Credit unions oppose specific CFPB Reg E changes in stablecoins proposed rule

Outlining concerns with the CFPB’s proposed rule regarding stablecoins, America’s Credit Unions addressed specific issues with the changes to the Electronic Fund Transfer Act (EFTA) and Regulation E in a letter sent to the agency.

“Altering the balance of responsibility established under EFTA by requiring credit unions to absorb a greater share of financial losses does not make the financial sector safer or more secure; instead, it enables further exploitation of the law to further fraudulent schemes,” America’s Credit Unions Director of Innovation and Technology Andrew Morris said in a letter to CFPB acting Director Russell Vought.
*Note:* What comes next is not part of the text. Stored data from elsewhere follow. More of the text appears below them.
"""Block kriging: each cell's value as the average of the latent field over the cell.

A square cell ``B`` of side ``p`` centred on ``x0`` is discretised into ``d x d``
points at the centres of its sub-cells, offsets ``((i + 0.5) / d - 0.5) p`` for
``i = 0 .. d - 1`` on each axis (block kriging as in Journel & Huijbregts 1978, *Mining Geostatistics*, and
Isaaks & Srivastava 1989, *An Introduction to Applied Geostatistics*; 4 x 4
points per block is common practice). The block average ``Z_B`` is the mean of the field
at those points, a linear functional of the field, so it is kriged with the point
system in which the target's covariances are replaced by block averages: ``c_B``
the mean covariance between each sample and the discretisation points, ``f_B`` the
mean of the trend terms over those points, and ``C_BB`` the mean of the latent
covariance over all ``d^4`` pairs of discretisation points (the same for every cell
of a grid)::

    mean_B = f_B^T beta + c_B^T K^-1 (y - F beta)
    var_B  = C_BB - c_B^T K^-1 c_B + g^T A^-1 g,   g = f_B - F^T K^-1 c_B

(:meth:`.kriging.KrigingPredictor.predict_from_covariances`, one solve with the
predictor's factorisation). By linearity ``mean_B`` is the mean of the point
predictions and the weights are the mean of the point weights. The nugget does not
enter ``C_BB``: measurement error and micro-scale variation average out over a
block. The block variance is below the point variance at the cell centre, except
where a sample lies within a few per cent of the cell size from that centre: there
the point prediction leans on the sample and the block average cannot.

Log models (:func:`arithmetic_block_predict`). Remediation is decided on the arithmetic
average in attribute units, ``A = mean_i exp(Y_i) - offset`` over the discretisation,
not on the average of the logs. Given the data the ``Y_i`` are jointly Gaussian (mean
``mu_i``, error covariance ``S``, :meth:`.kriging.KrigingPredictor.joint_predict`), so
exactly (lognormal moments, Aitchison & Brown 1957)::

    E[A] + offset = M = mean_i exp(mu_i + S_ii / 2)
    Var[A]        = V = mean_ij exp(mu_i + mu_j + (S_ii + S_jj) / 2) (exp(S_ij) - 1)

The law of ``A + offset``, a sum of correlated lognormals, is approximated by the
lognormal with the same two moments (Fenton 1960, *IRE Trans. Commun. Syst.* 8(1),
57-67, moment matching): log-scale equivalents ``s2 = ln(1 + V / M^2)`` and
``mu = ln M - s2 / 2``. They are returned in place of a kriging mean and variance, so
the back-transformed mean and variance of a surface are the exact ``E[A]`` and
``Var[A]``, and its exceedance probability and quantiles those of the approximation.
"""
from __future__ import annotations

from collections.abc import Callable

import numpy as np

from ..errors import Cancelled, FieldcastError
from ..model.covariance import CovarianceModel, pairwise_offsets
from .kriging import KrigingPredictor, as_points

DEFAULT_POINTS_PER_SIDE = 4
"""Discretisation points per cell side (4 x 4 = 16 per cell, common practice)."""


def block_offsets(pixel_size: float, points_per_side: int = DEFAULT_POINTS_PER_SIDE) -> np.ndarray:
    """Offsets (CRS units) of the ``d x d`` discretisation points from the cell centre, shape (d*d, 2)."""
    if int(points_per_side) != points_per_side or points_per_side < 1:
        raise FieldcastError(f"The block discretisation needs a whole number of points per side (>= 1); "
                             f"got {points_per_side!r}.")
    steps = ((np.arange(int(points_per_side)) + 0.5) / points_per_side - 0.5) * pixel_size
    dx, dy = np.meshgrid(steps, steps)
    return np.column_stack([dx.ravel(), dy.ravel()])


def block_covariance(covariance: CovarianceModel, pixel_size: float,
                     points_per_side: int = DEFAULT_POINTS_PER_SIDE) -> float:
    """Mean latent covariance ``C_BB`` over all pairs of discretisation points of one cell (units squared)."""
    offsets = block_offsets(pixel_size, points_per_side)
    return float(np.mean(covariance.covariance_from_offsets(*pairwise_offsets(offsets))))


def block_predict(predictor: KrigingPredictor, centres: np.ndarray, pixel_size: float,
                  covariates0: np.ndarray | None = None, *, points_per_side: int = DEFAULT_POINTS_PER_SIDE,
                  chunk_size: int = 256, progress: Callable[[float], None] | None = None,
                  should_stop: Callable[[], bool] | None = None) -> tuple[np.ndarray, np.ndarray]:
    """Block kriging mean and error variance for square cells.

    Parameters
    ----------
    predictor : KrigingPredictor
        Predictor built from the samples (its factorisation and sample locations are reused).
    centres : ndarray of shape (m, 2)
        Cell centres (CRS units), e.g. ``GridSpec.cell_centres()``.
    pixel_size : float
        Cell side (CRS units).
    covariates0 : ndarray of shape (m, k), optional
        Covariates per cell; every discretisation point of a cell takes its cell's value.
    points_per_side : int
        Discretisation ``d``; ``d * d`` points per cell.
    chunk_size : int
        Cells per chunk (memory about ``8 n d^2 chunk_size`` bytes).
    progress, should_stop : callable, optional
        Progress per chunk; ``should_stop()`` raises :class:`Cancelled`.

    Returns
    -------
    mean, variance : ndarray of shape (m,)
        Block prediction (modelling units) and block error variance (units squared, >= 0).
    """
    blocks = _BlockSystem(predictor, pixel_size, points_per_side)
    return _in_chunks(blocks.predict, as_points(centres, "Cell centres"), covariates0, chunk_size, progress,
                      should_stop)


def arithmetic_block_predict(predictor: KrigingPredictor, centres: np.ndarray, pixel_size: float,
                             covariates0: np.ndarray | None = None, *,
                             points_per_side: int = DEFAULT_POINTS_PER_SIDE, chunk_size: int = 256,
                             progress: Callable[[float], None] | None = None,
                             should_stop: Callable[[], bool] | None = None) -> tuple[np.ndarray, np.ndarray]:
    """Log-scale equivalents ``(mu, s2)`` of each cell's arithmetic average for a log model (module notes).

    Parameters as for :func:`block_predict`; the predictor krigs the log-scale values.

    Returns
    -------
    mean, variance : ndarray of shape (m,)
        ``mu = ln M - s2 / 2`` and ``s2 = ln(1 + V / M^2)``: ``exp(mu + s2 / 2) - offset`` is the exact
        expected arithmetic average of the cell, ``exp(2 mu + s2) (exp(s2) - 1)`` its exact variance.
    """
    offsets = block_offsets(pixel_size, points_per_side)

    def predict(chunk: np.ndarray, columns: np.ndarray | None) -> tuple[np.ndarray, np.ndarray]:
        points = (chunk[:, None, :] + offsets[None, :, :]).reshape(-1, 2)
        point_columns = None if columns is None else np.repeat(columns, len(offsets), axis=0)
        mean, joint = predictor.joint_predict(points, point_columns, group_size=len(offsets))
        diagonal = np.arange(len(offsets))
        point_means = np.exp(mean.reshape(len(chunk), -1) + 0.5 * joint[:, diagonal, diagonal])
        first = np.mean(point_means, axis=1)
        spread = np.einsum("ga,gb,gab->g", point_means, point_means, np.expm1(joint)) / len(offsets) ** 2
        log_variance = np.log1p(np.clip(spread, 0.0, None) / first ** 2)
        return np.log(first) - 0.5 * log_variance, log_variance

    return _in_chunks(predict, as_points(centres, "Cell centres"), covariates0, chunk_size, progress, should_stop)


def _in_chunks(predict: Callable, centres: np.ndarray, covariates0: np.ndarray | None, chunk_size: int,
               progress: Callable[[float], None] | None,
               should_stop: Callable[[], bool] | None) -> tuple[np.ndarray, np.ndarray]:
    """``predict(centres, covariates)`` over chunks of ``chunk_size`` cells, with progress and cancel."""
    covariates0 = None if covariates0 is None else np.asarray(covariates0, dtype=float)
    starts = range(0, len(centres), int(chunk_size))
    parts = []
    for done, start in enumerate(starts, start=1):
        if should_stop is not None and should_stop():
            raise Cancelled("Block kriging was cancelled.")
        chunk = slice(start, start + int(chunk_size))
        parts.append(predict(centres[chunk], None if covariates0 is None else covariates0[chunk]))
        if progress is not None:
            progress(done / len(starts))
    if not parts:
        return np.empty(0), np.empty(0)
    mean, variance = (np.concatenate(column) for column in zip(*parts))
    return mean, variance


class _BlockSystem:
    """What every chunk of blocks shares: the predictor, the discretisation offsets and ``C_BB``."""

    def __init__(self, predictor: KrigingPredictor, pixel_size: float, points_per_side: int) -> None:
        self.predictor = predictor
        self.offsets = block_offsets(pixel_size, points_per_side)
        self.within = block_covariance(predictor.covariance, pixel_size, points_per_side)

    def predict(self, centres: np.ndarray, covariates0: np.ndarray | None) -> tuple[np.ndarray, np.ndarray]:
        """Block mean and error variance for cells centred at ``centres`` (m, 2)."""
        per_cell = len(self.offsets)
        points = (centres[:, None, :] + self.offsets[None, :, :]).reshape(-1, 2)
        point_covariates = None if covariates0 is None else np.repeat(covariates0, per_cell, axis=0)
        predictor = self.predictor
        cross = predictor.covariance.cross_covariance(predictor.xy, points)
        cross = cross.reshape(predictor.n, -1, per_cell).mean(axis=2)  # c_B, (n, m)
        design = predictor.mean.design(points, point_covariates)
        design = design.reshape(len(centres), per_cell, -1).mean(axis=1)  # f_B, (m, p)
        return predictor.predict_from_covariances(cross, design, self.within)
Another concern related to the proposal was the bureau’s decision to advance substantive changes to Regulation E through an interpretive rule.
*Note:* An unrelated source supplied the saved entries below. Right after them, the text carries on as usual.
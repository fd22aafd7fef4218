"""Per-polygon decisions: the average of the attribute over each unit, its spread and its exceedance.

Each polygon is discretised into regular points (:mod:`..io.polygons`: about 64 points, spacing
``sqrt(area / 64)``, at most :data:`MAX_POINTS`); the polygon's average ``Z_A`` is the arithmetic mean of
the attribute at those points, in attribute units. Given the data the latent field at the points is
jointly Gaussian with the kriging mean ``mu`` and error covariance ``S``
(:meth:`.kriging.KrigingPredictor.joint_predict`), so:

- no transform: ``Z_A`` is Gaussian with mean ``mean(mu)`` and variance ``mean(S)`` over all pairs of
  points — block kriging of the polygon (Journel & Huijbregts 1978); its exceedance probability and
  percentiles are in closed form, ``1 - Phi((t - m) / s)`` and ``m + z_q s``;
- log model, ``Z = exp(Y) - offset``: the exact expectation of the arithmetic average is
  ``mean_i exp(mu_i + S_ii / 2) - offset`` and its variance
  ``mean_ij exp(mu_i + mu_j + (S_ii + S_jj) / 2) (exp(S_ij) - 1)`` (lognormal moments, Aitchison & Brown
  1957); its exceedance probability and percentiles come from ``REALIZATIONS`` draws of the points' joint
  law (the engine's simulation factor), the average of ``exp(.) - offset`` per draw.

The share of the polygon expected above the threshold is the mean of the points' exceedance
probabilities; with a depth, the volume above the threshold per draw is ``area * share_r * depth`` and
its P10/P50/P90 are over the draws. Only the latent field counts (the nugget, measurement error and
micro-scale variation, averages out over a unit; per-sample measurement-error variances only enter the
samples' diagonal). With completed data sets of samples below a limit (``value_sets``, m x n) every set is
kriged with the one factorisation; the polygon's mean is the average of the sets' means and its variance the
average within-set variance plus ``(1 + 1/m)`` times the variance of the sets' means (Rubin's rules, Rubin
1987, as :class:`..censored.imputed_kriging.ImputedKriging` does for points), and draw ``r`` is conditioned on
set ``r mod m``. With more than :data:`GLOBAL_AREA_LIMIT` samples each
polygon is kriged from the union of the :data:`AREA_NEIGHBOURS` nearest samples of each of its points.
"""
from __future__ import annotations

from collections.abc import Callable, Sequence
from dataclasses import dataclass

import numpy as np
from scipy import stats
from scipy.spatial import cKDTree

from ..censored.imputed_kriging import combine_sets
from ..errors import Cancelled, FieldcastError
from ..io.polygons import MAX_POINTS, TARGET_POINTS, PolygonPoints, discretise_polygon
from ..model.covariance import CovarianceModel
from ..model.mean import MeanModel
from ..model.transform import Transform
from ..simulate.circulant import covariance_factor
from .choice import LogLine
from .exceedance import exceedance_probability
from .kriging import KrigingPredictor

AREA_FIELDS = ("mean", "sd", "pexc", "p10", "p50", "p90", "area", "share_above",
               "volume_p10", "volume_p50", "volume_p90")
"""What :func:`assess_areas` gives per polygon, in this order (volumes only with a depth)."""

PERCENTS = (10.0, 50.0, 90.0)
"""Percentiles of the polygon average and of the volume above the threshold."""

GLOBAL_AREA_LIMIT = 2000
"""Most samples kriged all together for every polygon; above it each polygon takes its nearest samples."""

AREA_NEIGHBOURS = 32
"""Nearest samples of each discretisation point whose union krige a polygon above :data:`GLOBAL_AREA_LIMIT`."""


@dataclass
class AreaAssessment:
    """Per-polygon results of :func:`assess_areas`.

    Attributes
    ----------
    values : dict of str to ndarray
        One array per name of :data:`AREA_FIELDS` (NaN where not computed: volumes without a depth, a
        polygon whose points have no covariate value). Units: attribute units for the average and its
        percentiles, probabilities and shares in [0, 1], area in CRS units squared, volume in CRS units
        squared times the depth's units.
    centroid_only : ndarray of bool
        Polygons too small for any discretisation point: kriged at their centroid.
    points : ndarray of int
        Discretisation points per polygon.
    spacing : ndarray
        Discretisation spacing per polygon (CRS units).
    capped : int
        Polygons whose points were thinned to :data:`MAX_POINTS`.
    realisations : int
        Draws per polygon.
    """

    values: dict[str, np.ndarray]
    centroid_only: np.ndarray
    points: np.ndarray
    spacing: np.ndarray
    capped: int
    realisations: int

    def log_lines(self, units: str) -> list[LogLine]:
        """The method in words for the run's log: discretisation, draws, flagged polygons."""
        median = int(np.median(self.points)) if len(self.points) else 0
        lines = [LogLine("info", f"Each polygon's average is taken over regular points at a spacing of sqrt(area / "
                                 f"{TARGET_POINTS}) (here {np.min(self.spacing, initial=np.inf):.3g} to "
                                 f"{np.max(self.spacing, initial=0):.3g} {units}; {median} points per polygon at the "
                                 f"median, at most {MAX_POINTS}); probabilities and percentiles of a log model and "
                                 f"the volumes come from {self.realisations:,} draws of the points' joint law given "
                                 "the data.")]
        flagged = int(np.count_nonzero(self.centroid_only))
        missing = int(np.count_nonzero(self.points == 0))
        for level, number, text in (
                ("info", self.capped, f"had more than {MAX_POINTS} points and were thinned evenly to {MAX_POINTS}."),
                ("warning", flagged, "are too small or thin for any discretisation point: they are kriged at their "
                                     "centroid (flagged in the output)."),
                ("warning", missing, "lie where a covariate raster has no value: their results are empty (NULL).")):
            if number:
                lines.append(LogLine(level, f"{number:,} polygon(s) {text}"))
        return lines


class _PolygonKriging:
    """Which predictor kriges a polygon: one global predictor, or one from the polygon's nearest samples."""

    def __init__(self, xy: np.ndarray, values: np.ndarray, covariance: CovarianceModel, mean: MeanModel,
                 covariates: np.ndarray | None, error_variance: np.ndarray | None) -> None:
        self.xy, self.values, self.covariance, self.mean = xy, values, covariance, mean
        self.covariates, self.error_variance = covariates, error_variance
        self.local = len(xy) > GLOBAL_AREA_LIMIT
        self.tree = cKDTree(xy) if self.local else None
        self.global_predictor = None if self.local else KrigingPredictor(xy, values, covariance, mean, covariates,
                                                                         error_variance)

    def predictor(self, points: np.ndarray) -> KrigingPredictor:
        if not self.local:
            return self.global_predictor
        _, nearest = self.tree.query(points, k=min(AREA_NEIGHBOURS, len(self.xy)))
        chosen = np.unique(nearest)
        return KrigingPredictor(self.xy[chosen], self.values[chosen], self.covariance, self.mean,
                                None if self.covariates is None else self.covariates[chosen],
                                None if self.error_variance is None else self.error_variance[chosen])


def thinned(points: np.ndarray) -> np.ndarray:
    """At most :data:`MAX_POINTS` of ``points``, evenly spaced in their lattice order."""
    if len(points) <= MAX_POINTS:
        return points
    return points[np.linspace(0, len(points) - 1, MAX_POINTS).round().astype(int)]


def polygon_average(mu: np.ndarray, joint: np.ndarray, transform: Transform, threshold: float,
                    draws: np.ndarray) -> tuple[float, float, float, np.ndarray]:
    """Mean, sd, exceedance probability and P10/P50/P90 of one polygon's arithmetic average (attribute units).

    ``mu`` holds the kriging means of the points (k, m), one column per completed data set (m = 1 without
    values below a limit); the set results are combined by Rubin's rules (module docstring). ``draws`` are the
    draws of the points' latent field (k, R); used for the log model's probability and percentiles, which have
    no closed form.
    """
    if transform.kind == "none":
        means = np.mean(mu, axis=0)
        within = np.array([max(float(np.mean(joint)), 0.0)])
    else:
        point_means = np.exp(mu + 0.5 * np.diag(joint)[:, None])
        means = np.mean(point_means, axis=0) - transform.offset
        pair_sums = np.einsum("im,jm,ij->m", point_means, point_means, np.expm1(joint))
        within = np.array([max(float(np.mean(pair_sums)) / len(mu) ** 2, 0.0)])
    combined, variance = combine_sets(means[None, :], within)
    mean, sd = float(combined[0]), float(np.sqrt(variance[0]))
    if transform.kind == "none":
        pexc = float(exceedance_probability(np.array([mean]), np.array([sd * sd]), threshold)[0])
        return mean, sd, pexc, mean + sd * stats.norm.ppf(np.array(PERCENTS) / 100.0)
    averages = np.mean(np.exp(draws), axis=0) - transform.offset
    return mean, sd, float(np.mean(averages > threshold)), np.percentile(averages, PERCENTS)


def assess_areas(xy: np.ndarray, values: np.ndarray, covariance: CovarianceModel, mean: MeanModel,
                 transform: Transform, polygons: Sequence[bytes], threshold: float, *, realisations: int = 1000,
                 seed: int | None = None, depths: np.ndarray | float | None = None,
                 covariates: np.ndarray | None = None,
                 covariates_at: Callable[[np.ndarray], np.ndarray] | None = None, spacing: float | None = None,
                 error_variance: np.ndarray | None = None, value_sets: np.ndarray | None = None,
                 progress: Callable[[float], None] | None = None,
                 should_stop: Callable[[], bool] | None = None) -> AreaAssessment:
    """Average, spread and exceedance of the attribute over each polygon, and the share and volume above a threshold.

    Parameters
    ----------
    xy, values : ndarray
        Samples (n, 2) in the working CRS and their values in the modelling scale (n,).
    covariance, mean, transform :
        The model.
    polygons : sequence of bytes
        Polygons (WKB) in the working CRS.
    threshold : float
        Limit in attribute units.
    realisations : int
        Draws of each polygon's points (probabilities and percentiles of a log model; volumes).
    seed : int, optional
        Seed of the draws (the same seed gives the same results).
    depths : float or ndarray of shape (len(polygons),), optional
        Depth or thickness per polygon (length units of the CRS or any unit the caller names); NaN or no
        depth leaves the volumes NaN.
    covariates : ndarray of shape (n, q), optional
        Covariate design columns at the samples.
    covariates_at : callable, optional
        Design columns at points (k, 2) -> (k, q), NaN where there is no value; needed with covariates.
    spacing : float, optional
        Fixed discretisation spacing (CRS units) instead of the adaptive one.
    error_variance : ndarray of shape (n,), optional
        Measurement-error variance of each sample (modelling units squared), added to the samples' diagonal
        beside the nugget.
    value_sets : ndarray of shape (m, n), optional
        Completed data sets of samples below a limit (modelling scale), kriged instead of ``values``; the
        results combine them by Rubin's rules and draw ``r`` is conditioned on set ``r mod m``.
    progress, should_stop : callable, optional
        Progress per polygon; ``should_stop()`` true raises :class:`Cancelled`.

    Returns
    -------
    AreaAssessment
    """
    if int(realisations) < 10:
        raise FieldcastError(f"REALIZATIONS is {realisations}; give at least 10 (1,000 or more is common practice "
                             "for stable probabilities and percentiles).")
    if not np.isfinite(threshold):
        raise FieldcastError(f"THRESHOLD must be a finite number in the attribute's units; got {threshold!r}.")
    if mean.covariate_names and covariates_at is None:
        raise FieldcastError("The model has covariates: give their rasters (COVARIATES) for the areas.")
    count = len(polygons)
    depth = np.broadcast_to(np.asarray(np.nan if depths is None else depths, dtype=float), (count,))
    results = {name: np.full(count, np.nan) for name in AREA_FIELDS}
    centroid_only, points_used, capped = np.zeros(count, dtype=bool), np.zeros(count, dtype=int), 0
    spacings = np.zeros(count)
    columns_kriged = values if value_sets is None else np.atleast_2d(np.asarray(value_sets, dtype=float)).T
    kriging = _PolygonKriging(xy, columns_kriged, covariance, mean, covariates, error_variance)
    rng = np.random.default_rng(seed)
    level = float(transform.forward(np.array([threshold]))[0]) if threshold + transform.offset > 0 else -np.inf
    for index, wkb in enumerate(polygons):
        if should_stop is not None and should_stop():
            raise Cancelled("The area assessment was cancelled.")
        unit: PolygonPoints = discretise_polygon(wkb, spacing, what=f"Polygon {index + 1} of AREAS")
        points = thinned(unit.points)
        capped += int(len(points) < len(unit.points))
        centroid_only[index], spacings[index] = unit.centroid_only, unit.spacing
        results["area"][index] = unit.area
        columns = None
        if covariates_at is not None:
            columns = covariates_at(points)
            usable = np.all(np.isfinite(columns), axis=1)
            points, columns = points[usable], columns[usable]
        points_used[index] = len(points)
        if not len(points):
            continue
        mu, joint = kriging.predictor(points).joint_predict(points, columns)
        mu = mu.reshape(len(points), -1)
        conditioning = mu[:, np.arange(int(realisations)) % mu.shape[1]]
        draws = conditioning + covariance_factor(joint) @ rng.standard_normal((len(points), int(realisations)))
        average = polygon_average(mu, joint, transform, threshold, draws)
        for name, value in zip(("mean", "sd", "pexc"), average[:3]):
            results[name][index] = value
        for percent, value in zip(PERCENTS, average[3]):
            results[f"p{percent:.0f}"][index] = value
        point_mean, point_variance = combine_sets(mu, np.diag(joint))
        results["share_above"][index] = float(np.mean(exceedance_probability(point_mean, point_variance, threshold,
                                                                             transform=transform)))
        if np.isfinite(depth[index]):
            volumes = unit.area * np.mean(draws > level, axis=0) * depth[index]
            for percent, value in zip(PERCENTS, np.percentile(volumes, PERCENTS)):
                results[f"volume_p{percent:.0f}"][index] = value
        if progress is not None:
            progress((index + 1) / max(count, 1))
    return AreaAssessment(results, centroid_only, points_used, spacings, capped, int(realisations))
“While we are appreciative of interpretative changes which ensure nonbanks who provide consumer financial services comparable to those of credit unions and banks are held to equivalent standards and supervisory expectations, an interpretive rule is not the appropriate vehicle for expanding the reach of Regulation E,” Morris wrote. “Fundamentally, a formal rulemaking will ensure a broader range of perspectives, and a more fully developed understanding of any unintended consequences that the changes could pose upon the financial industry and the stability of the dollar.”

America’s Credit Unions supports efforts to ensure a fair playing field exists in the market for payments, regardless if they are conducted in dollars or virtual currencies, but opposes any expansion of credit union liability for unauthorized transactions.